● EXERCISE: Tally the lines of the data below that contain the string "main". Give the tally and nothing else.

● DATASET RECORDS:
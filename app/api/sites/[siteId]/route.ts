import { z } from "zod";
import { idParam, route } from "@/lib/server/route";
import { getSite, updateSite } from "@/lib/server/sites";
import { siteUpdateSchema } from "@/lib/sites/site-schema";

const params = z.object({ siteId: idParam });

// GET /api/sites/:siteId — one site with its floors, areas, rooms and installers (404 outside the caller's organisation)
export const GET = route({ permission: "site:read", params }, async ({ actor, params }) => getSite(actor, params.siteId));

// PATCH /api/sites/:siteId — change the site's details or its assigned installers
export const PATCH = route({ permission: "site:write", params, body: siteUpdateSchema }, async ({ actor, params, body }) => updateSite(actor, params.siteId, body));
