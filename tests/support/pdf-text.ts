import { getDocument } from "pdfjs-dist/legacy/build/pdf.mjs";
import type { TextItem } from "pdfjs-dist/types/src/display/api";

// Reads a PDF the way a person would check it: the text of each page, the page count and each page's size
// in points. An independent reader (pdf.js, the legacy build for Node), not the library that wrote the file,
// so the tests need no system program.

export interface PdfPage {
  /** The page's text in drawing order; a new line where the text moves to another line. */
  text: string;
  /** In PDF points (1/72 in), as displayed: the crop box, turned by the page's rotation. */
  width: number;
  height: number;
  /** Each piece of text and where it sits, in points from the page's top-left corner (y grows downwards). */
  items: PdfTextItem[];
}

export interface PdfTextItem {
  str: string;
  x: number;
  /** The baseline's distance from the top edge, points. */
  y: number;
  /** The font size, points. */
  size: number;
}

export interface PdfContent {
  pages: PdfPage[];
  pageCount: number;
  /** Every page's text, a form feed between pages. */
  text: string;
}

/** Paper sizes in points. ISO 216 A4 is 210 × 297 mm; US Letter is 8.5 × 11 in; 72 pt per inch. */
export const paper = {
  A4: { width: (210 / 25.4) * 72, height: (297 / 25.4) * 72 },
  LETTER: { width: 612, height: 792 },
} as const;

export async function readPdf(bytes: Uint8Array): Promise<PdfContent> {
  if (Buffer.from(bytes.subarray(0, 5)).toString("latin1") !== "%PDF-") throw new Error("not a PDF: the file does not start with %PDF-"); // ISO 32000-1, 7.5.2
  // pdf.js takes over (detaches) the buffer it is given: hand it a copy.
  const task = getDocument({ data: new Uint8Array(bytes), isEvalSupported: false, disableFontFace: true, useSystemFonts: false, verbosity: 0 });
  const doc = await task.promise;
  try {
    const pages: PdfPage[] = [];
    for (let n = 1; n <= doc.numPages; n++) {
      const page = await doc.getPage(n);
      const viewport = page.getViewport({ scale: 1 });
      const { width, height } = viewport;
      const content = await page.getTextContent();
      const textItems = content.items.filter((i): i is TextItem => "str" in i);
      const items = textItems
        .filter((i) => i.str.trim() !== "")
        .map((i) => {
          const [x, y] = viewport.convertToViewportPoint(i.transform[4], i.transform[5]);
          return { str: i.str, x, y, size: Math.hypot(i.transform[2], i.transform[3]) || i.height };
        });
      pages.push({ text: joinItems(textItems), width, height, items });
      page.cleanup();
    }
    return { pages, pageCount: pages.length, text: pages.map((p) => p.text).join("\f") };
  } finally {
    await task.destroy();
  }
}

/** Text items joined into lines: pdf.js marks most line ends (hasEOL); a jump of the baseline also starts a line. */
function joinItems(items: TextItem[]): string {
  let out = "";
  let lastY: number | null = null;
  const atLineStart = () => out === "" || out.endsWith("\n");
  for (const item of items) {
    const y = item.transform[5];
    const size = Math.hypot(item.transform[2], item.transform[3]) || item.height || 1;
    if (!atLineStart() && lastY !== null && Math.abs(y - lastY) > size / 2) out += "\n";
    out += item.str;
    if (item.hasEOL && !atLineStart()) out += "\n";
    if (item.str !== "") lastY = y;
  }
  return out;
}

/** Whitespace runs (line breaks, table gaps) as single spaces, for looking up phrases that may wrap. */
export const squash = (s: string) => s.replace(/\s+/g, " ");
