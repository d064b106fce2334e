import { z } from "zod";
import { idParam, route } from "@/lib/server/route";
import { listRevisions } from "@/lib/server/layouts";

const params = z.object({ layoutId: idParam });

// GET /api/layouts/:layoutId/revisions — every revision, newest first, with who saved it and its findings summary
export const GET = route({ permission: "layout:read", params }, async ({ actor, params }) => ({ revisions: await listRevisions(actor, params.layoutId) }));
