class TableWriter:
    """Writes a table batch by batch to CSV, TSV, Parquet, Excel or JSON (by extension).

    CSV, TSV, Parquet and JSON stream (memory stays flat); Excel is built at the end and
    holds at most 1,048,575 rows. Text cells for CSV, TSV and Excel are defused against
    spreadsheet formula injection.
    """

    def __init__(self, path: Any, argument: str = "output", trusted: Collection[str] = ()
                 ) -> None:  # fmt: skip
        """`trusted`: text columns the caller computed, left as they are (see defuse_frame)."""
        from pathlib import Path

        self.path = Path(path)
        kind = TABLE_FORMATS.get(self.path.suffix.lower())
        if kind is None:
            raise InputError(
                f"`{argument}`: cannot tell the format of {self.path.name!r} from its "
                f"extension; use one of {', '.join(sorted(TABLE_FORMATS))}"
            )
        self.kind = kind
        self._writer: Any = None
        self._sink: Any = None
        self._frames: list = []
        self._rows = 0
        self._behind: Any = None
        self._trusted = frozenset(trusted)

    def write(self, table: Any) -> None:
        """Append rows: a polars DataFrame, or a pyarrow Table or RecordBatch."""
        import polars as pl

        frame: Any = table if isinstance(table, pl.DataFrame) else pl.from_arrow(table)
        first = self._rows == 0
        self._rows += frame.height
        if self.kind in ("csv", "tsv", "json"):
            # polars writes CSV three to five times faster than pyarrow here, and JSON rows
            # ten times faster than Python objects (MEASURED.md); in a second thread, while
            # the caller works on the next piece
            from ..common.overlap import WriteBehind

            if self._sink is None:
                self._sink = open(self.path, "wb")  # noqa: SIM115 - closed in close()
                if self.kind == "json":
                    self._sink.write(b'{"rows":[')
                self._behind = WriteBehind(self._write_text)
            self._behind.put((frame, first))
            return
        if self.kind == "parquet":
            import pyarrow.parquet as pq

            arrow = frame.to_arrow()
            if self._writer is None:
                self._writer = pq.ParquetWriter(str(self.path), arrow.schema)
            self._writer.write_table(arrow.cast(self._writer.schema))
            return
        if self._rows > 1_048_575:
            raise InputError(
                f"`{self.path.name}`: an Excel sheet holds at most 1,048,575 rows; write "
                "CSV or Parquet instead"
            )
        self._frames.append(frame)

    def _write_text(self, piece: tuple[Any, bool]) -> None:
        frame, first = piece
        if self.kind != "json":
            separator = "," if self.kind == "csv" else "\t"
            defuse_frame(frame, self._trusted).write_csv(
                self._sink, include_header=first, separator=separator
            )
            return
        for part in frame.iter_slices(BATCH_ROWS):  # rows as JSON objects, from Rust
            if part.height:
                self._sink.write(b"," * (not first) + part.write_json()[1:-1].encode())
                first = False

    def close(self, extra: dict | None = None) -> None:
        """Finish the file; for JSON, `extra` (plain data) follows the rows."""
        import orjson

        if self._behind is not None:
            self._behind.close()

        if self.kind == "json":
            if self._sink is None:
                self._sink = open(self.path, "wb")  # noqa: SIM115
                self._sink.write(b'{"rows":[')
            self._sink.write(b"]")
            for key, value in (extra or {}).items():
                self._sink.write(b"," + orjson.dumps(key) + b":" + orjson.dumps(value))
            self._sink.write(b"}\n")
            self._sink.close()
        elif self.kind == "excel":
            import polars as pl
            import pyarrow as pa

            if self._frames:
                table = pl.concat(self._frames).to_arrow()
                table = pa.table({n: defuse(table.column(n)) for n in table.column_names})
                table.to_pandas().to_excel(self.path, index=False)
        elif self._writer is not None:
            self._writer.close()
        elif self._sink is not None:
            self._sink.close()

--

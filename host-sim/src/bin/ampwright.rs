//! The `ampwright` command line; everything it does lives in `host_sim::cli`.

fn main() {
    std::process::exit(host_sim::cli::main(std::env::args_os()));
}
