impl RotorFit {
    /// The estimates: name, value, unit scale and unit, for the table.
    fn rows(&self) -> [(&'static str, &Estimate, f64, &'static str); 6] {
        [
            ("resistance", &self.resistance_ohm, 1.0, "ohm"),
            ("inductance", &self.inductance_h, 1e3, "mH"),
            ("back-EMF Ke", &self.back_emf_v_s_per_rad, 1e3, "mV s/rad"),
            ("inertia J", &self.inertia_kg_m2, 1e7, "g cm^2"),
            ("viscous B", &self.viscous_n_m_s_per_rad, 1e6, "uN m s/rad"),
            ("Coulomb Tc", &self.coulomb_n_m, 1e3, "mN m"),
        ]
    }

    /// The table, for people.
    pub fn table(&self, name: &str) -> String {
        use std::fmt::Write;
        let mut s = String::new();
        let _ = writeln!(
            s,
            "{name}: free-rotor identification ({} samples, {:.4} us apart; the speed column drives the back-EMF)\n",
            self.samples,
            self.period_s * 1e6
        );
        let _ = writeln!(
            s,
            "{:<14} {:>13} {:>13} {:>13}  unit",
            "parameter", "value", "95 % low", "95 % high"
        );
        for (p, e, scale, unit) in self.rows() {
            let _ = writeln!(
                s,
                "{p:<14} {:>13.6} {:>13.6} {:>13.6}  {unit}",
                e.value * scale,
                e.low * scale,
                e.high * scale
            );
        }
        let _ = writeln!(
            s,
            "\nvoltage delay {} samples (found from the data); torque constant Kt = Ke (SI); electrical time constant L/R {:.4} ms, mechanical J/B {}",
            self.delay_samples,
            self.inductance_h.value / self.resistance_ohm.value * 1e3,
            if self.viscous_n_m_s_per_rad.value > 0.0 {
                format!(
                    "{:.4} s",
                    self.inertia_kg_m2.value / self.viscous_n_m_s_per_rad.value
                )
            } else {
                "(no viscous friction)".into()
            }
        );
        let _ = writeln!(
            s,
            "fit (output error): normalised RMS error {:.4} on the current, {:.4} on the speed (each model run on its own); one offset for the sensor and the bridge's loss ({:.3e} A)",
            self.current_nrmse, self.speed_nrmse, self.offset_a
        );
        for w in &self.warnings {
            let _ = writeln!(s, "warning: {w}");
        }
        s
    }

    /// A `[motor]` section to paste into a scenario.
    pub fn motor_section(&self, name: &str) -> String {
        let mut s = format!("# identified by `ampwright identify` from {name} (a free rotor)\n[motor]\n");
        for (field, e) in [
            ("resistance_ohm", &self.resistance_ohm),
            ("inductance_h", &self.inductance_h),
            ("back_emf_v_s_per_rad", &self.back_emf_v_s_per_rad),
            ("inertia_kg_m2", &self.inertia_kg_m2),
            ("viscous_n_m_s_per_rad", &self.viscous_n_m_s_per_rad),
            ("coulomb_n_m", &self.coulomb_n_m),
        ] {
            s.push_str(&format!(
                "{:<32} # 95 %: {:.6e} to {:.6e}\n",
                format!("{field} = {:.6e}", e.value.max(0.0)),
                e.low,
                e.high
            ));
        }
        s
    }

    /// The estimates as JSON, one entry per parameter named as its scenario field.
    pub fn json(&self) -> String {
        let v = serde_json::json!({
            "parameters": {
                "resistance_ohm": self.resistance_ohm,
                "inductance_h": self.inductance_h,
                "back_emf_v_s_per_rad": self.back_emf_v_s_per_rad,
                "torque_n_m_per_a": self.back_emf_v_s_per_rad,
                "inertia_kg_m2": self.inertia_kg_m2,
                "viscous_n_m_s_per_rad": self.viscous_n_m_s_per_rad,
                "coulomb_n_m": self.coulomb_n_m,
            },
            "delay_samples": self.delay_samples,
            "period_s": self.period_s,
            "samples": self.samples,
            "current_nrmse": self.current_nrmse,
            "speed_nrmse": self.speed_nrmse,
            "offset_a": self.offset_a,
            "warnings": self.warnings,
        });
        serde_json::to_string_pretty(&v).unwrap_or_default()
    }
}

● SOLUTION FOR THIS PROBLEM: 2